• Available data:
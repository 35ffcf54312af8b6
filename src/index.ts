// The public API of kinhue. Re-exports only.
export * from './errors.js';
export { VERSION } from './version.js';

• Work instructions:
Type the records out again. Match them exactly.

• Response to the exercise:
repository 35ffcf54312af8b6
filename src/index.ts
// The public API of kinhue. Re-exports only.
export * from './errors.js';
export { VERSION } from './version.js';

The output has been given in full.